Your goal: Please copy out the entries below exactly, beginning with the line that contains "filename src/blending/steps/mass-composition.ts" and ending with the line that contains "readonly code: 'mass-invalid';", and include nothing outside that span.

Data listing:

⟨

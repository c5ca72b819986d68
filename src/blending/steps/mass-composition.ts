import { fail, ok } from '../../units/index.ts';
import type { Outcome } from '../../units/index.ts';

/** Why weighed masses give no composition. */
export type MassProblem =
  /** No gas was weighed in. */
  | { readonly code: 'no-mass' }
  /** The mass of one parent (its position) is negative or no number. */
  | { readonly code: 'mass-invalid'; readonly parent: number };

/**
 * Amount fractions of a mixture from the masses of its parents:
 * xₖ = Σⱼ xₖⱼ nⱼ / N with nⱼ = mⱼ / Mⱼ, Mⱼ = Σᵢ xᵢⱼ Mᵢ and N = Σⱼ nⱼ.
 * Source: ISO 6142-1:2015, from memory.
 *
 * `parents` holds the amount fractions of each parent and `molarMasses` the
 * kg/mol of each gas, both in one order of gases; `masses` are true masses in
 * kg (g do as well with g/mol), one a parent. Answers one fraction a gas.
 */
export function compositionFromMasses(
  parents: readonly ArrayLike<number>[], masses: readonly number[], molarMasses: ArrayLike<number>,
): Outcome<Float64Array, MassProblem> {
  const amounts = new Float64Array(molarMasses.length);
  let total = 0;
  for (const [j, parent] of parents.entries()) {
    const mass = masses[j];
    if (mass === undefined || !(mass >= 0 && mass < Infinity)) return fail({ code: 'mass-invalid', parent: j });
    let molarMass = 0;
    for (let i = 0; i < amounts.length; i++) molarMass += parent[i]! * molarMasses[i]!;
    const amount = mass / molarMass;
    for (let i = 0; i < amounts.length; i++) amounts[i]! += amount * parent[i]!;
    total += amount;
  }
  return total > 0 ? ok(amounts.map((amount) => amount / total)) : fail({ code: 'no-mass' });
}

⟩

Solution for this task:
filename src/blending/steps/mass-composition.ts
import { fail, ok } from '../../units/index.ts';
import type { Outcome } from '../../units/index.ts';

/** Why weighed masses give no composition. */
export type MassProblem =
  /** No gas was weighed in. */
  | { readonly code: 'no-mass' }
  /** The mass of one parent (its position) is negative or no number. */
  | { readonly code: 'mass-invalid'; readonly parent: number };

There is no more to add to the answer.